→ Your objective:
Copy out the entries below exactly as they stand, but only from the line containing "const cy = sectionProperties(section).centroid.y;" through the line containing "const r = sectionFirstMoment(section, y".

(Data section)

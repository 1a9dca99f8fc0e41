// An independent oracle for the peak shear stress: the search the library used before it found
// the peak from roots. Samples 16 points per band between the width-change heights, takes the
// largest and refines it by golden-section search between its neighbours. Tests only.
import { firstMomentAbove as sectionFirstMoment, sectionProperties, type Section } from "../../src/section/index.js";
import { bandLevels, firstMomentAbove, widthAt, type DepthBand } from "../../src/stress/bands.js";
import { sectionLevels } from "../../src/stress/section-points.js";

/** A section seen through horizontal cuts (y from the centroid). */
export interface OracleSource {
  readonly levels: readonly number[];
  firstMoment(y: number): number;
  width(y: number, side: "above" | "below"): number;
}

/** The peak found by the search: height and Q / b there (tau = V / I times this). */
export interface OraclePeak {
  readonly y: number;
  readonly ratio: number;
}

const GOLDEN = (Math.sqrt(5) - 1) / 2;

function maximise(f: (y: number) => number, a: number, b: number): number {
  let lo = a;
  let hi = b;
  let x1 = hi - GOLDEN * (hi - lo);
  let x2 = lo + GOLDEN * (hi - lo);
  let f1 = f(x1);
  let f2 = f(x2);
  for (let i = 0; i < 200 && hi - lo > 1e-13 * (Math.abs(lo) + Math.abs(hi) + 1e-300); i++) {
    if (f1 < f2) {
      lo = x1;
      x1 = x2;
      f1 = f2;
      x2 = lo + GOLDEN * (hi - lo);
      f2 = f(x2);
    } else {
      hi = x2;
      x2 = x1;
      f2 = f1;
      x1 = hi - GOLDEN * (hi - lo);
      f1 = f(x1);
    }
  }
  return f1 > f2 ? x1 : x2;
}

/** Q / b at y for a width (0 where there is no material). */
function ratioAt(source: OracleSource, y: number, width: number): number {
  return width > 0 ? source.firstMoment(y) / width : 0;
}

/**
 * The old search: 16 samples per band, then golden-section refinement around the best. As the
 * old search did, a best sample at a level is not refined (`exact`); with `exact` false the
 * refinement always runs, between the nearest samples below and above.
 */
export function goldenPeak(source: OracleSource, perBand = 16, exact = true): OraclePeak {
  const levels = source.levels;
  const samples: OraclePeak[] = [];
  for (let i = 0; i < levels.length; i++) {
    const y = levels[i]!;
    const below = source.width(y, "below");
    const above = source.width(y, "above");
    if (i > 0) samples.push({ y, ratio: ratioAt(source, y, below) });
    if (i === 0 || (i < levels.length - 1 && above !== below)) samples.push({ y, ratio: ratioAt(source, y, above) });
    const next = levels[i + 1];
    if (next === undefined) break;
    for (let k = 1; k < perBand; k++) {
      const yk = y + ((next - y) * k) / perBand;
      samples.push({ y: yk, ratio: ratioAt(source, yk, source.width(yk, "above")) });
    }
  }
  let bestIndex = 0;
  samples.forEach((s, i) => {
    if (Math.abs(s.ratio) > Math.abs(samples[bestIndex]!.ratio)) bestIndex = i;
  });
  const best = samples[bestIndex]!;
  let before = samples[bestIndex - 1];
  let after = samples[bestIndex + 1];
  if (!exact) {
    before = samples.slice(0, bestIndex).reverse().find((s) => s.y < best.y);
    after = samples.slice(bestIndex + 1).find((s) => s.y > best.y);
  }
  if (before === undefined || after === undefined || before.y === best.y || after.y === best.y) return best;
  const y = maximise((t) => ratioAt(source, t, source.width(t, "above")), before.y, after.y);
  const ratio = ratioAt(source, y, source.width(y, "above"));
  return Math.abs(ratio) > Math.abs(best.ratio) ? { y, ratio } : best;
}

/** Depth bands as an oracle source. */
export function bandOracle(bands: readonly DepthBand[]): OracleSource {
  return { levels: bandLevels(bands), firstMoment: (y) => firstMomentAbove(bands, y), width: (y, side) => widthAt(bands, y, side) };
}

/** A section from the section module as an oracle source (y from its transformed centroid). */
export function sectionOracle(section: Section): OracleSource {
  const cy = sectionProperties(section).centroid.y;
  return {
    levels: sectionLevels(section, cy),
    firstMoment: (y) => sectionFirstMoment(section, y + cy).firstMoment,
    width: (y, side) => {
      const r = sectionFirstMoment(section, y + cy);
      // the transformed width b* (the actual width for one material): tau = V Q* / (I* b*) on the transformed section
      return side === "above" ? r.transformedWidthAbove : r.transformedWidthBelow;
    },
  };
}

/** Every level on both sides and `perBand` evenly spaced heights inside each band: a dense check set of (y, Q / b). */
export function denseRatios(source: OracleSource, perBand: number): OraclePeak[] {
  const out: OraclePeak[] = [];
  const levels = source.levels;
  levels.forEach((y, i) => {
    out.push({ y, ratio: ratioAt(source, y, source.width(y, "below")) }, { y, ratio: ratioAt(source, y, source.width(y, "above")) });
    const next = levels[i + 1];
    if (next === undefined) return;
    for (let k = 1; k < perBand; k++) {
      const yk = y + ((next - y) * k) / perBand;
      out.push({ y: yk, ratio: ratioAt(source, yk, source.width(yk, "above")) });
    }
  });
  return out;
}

(End Data section)
(Data section)

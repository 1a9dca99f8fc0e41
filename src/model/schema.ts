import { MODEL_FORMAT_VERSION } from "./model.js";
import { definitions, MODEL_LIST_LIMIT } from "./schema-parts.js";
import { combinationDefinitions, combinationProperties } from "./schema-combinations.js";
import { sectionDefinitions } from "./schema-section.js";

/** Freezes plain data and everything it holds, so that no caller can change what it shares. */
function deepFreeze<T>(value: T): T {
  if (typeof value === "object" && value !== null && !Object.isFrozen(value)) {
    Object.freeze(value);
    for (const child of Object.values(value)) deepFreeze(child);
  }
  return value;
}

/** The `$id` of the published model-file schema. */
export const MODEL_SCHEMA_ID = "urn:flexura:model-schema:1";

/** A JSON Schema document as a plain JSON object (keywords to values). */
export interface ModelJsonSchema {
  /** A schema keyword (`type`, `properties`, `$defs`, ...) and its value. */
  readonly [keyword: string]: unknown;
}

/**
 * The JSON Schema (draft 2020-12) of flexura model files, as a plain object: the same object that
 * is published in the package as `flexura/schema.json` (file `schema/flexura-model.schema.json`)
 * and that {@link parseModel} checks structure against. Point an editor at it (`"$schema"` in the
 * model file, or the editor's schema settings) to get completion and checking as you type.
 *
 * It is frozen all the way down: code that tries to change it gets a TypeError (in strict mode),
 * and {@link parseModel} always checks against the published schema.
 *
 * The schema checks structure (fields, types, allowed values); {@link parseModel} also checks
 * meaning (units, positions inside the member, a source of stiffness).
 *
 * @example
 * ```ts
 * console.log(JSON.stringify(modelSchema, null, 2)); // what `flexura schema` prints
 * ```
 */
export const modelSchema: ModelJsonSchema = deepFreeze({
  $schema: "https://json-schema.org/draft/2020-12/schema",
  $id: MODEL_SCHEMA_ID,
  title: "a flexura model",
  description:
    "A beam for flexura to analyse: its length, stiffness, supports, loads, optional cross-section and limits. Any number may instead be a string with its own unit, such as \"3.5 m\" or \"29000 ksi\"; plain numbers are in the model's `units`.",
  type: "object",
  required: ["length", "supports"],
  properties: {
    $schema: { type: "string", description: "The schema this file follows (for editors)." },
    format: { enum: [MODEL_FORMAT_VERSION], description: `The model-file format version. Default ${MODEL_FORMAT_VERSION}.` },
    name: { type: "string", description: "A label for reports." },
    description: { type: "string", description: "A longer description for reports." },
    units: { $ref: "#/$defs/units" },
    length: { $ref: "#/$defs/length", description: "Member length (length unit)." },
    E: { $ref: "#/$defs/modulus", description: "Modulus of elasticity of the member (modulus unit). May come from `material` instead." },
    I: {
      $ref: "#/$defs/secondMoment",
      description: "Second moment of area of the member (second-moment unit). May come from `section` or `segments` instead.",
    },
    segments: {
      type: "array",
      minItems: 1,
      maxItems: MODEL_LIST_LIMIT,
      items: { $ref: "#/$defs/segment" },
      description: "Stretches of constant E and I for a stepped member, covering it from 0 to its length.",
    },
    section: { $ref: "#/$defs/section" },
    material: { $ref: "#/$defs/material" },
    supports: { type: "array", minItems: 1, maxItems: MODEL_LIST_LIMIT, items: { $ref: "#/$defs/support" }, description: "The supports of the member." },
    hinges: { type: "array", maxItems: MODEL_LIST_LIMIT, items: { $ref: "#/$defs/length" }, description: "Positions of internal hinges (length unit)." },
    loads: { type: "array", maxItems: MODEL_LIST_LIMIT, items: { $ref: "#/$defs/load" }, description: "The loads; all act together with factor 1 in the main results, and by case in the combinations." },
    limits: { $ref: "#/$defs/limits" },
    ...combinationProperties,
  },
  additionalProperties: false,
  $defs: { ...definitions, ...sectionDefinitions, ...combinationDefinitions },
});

(End Data section)
(Data section)

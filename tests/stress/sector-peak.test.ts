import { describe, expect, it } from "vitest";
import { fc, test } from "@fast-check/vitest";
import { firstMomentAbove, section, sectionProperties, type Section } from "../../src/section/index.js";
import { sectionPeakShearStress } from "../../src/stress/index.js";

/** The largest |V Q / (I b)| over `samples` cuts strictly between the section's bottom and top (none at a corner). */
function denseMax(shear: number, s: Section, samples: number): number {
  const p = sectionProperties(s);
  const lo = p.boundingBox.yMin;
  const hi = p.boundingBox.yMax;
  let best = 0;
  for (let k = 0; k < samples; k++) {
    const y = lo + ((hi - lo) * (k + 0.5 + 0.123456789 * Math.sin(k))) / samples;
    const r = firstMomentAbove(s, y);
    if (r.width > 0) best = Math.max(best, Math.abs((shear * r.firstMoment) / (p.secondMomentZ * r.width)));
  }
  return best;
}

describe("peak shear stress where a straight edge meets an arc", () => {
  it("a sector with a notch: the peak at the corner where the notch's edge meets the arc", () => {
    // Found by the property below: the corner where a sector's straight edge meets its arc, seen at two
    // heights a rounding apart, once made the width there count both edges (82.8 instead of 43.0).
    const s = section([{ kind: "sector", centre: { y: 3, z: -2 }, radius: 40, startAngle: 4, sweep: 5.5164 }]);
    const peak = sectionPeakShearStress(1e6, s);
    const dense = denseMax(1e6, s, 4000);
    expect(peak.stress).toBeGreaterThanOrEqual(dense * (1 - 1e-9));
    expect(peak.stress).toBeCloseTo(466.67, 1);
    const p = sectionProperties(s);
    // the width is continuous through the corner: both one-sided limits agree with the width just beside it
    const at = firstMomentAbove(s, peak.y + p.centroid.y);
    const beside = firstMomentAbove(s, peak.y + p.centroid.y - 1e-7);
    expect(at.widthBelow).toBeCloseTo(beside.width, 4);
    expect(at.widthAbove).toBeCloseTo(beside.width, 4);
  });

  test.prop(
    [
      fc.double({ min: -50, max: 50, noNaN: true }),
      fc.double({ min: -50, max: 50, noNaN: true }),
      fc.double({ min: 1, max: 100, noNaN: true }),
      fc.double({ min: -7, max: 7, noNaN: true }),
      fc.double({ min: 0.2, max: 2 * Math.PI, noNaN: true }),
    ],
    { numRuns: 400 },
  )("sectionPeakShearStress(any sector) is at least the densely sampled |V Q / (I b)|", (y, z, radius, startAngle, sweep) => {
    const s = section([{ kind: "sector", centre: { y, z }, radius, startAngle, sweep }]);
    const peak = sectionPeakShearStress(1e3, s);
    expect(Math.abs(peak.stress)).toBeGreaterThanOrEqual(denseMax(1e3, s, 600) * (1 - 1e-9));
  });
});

(End Data section)

→ Answer to this exercise:
  const cy = sectionProperties(section).centroid.y;
  return {
    levels: sectionLevels(section, cy),
    firstMoment: (y) => sectionFirstMoment(section, y + cy).firstMoment,
    width: (y, side) => {
      const r = sectionFirstMoment(section, y + cy);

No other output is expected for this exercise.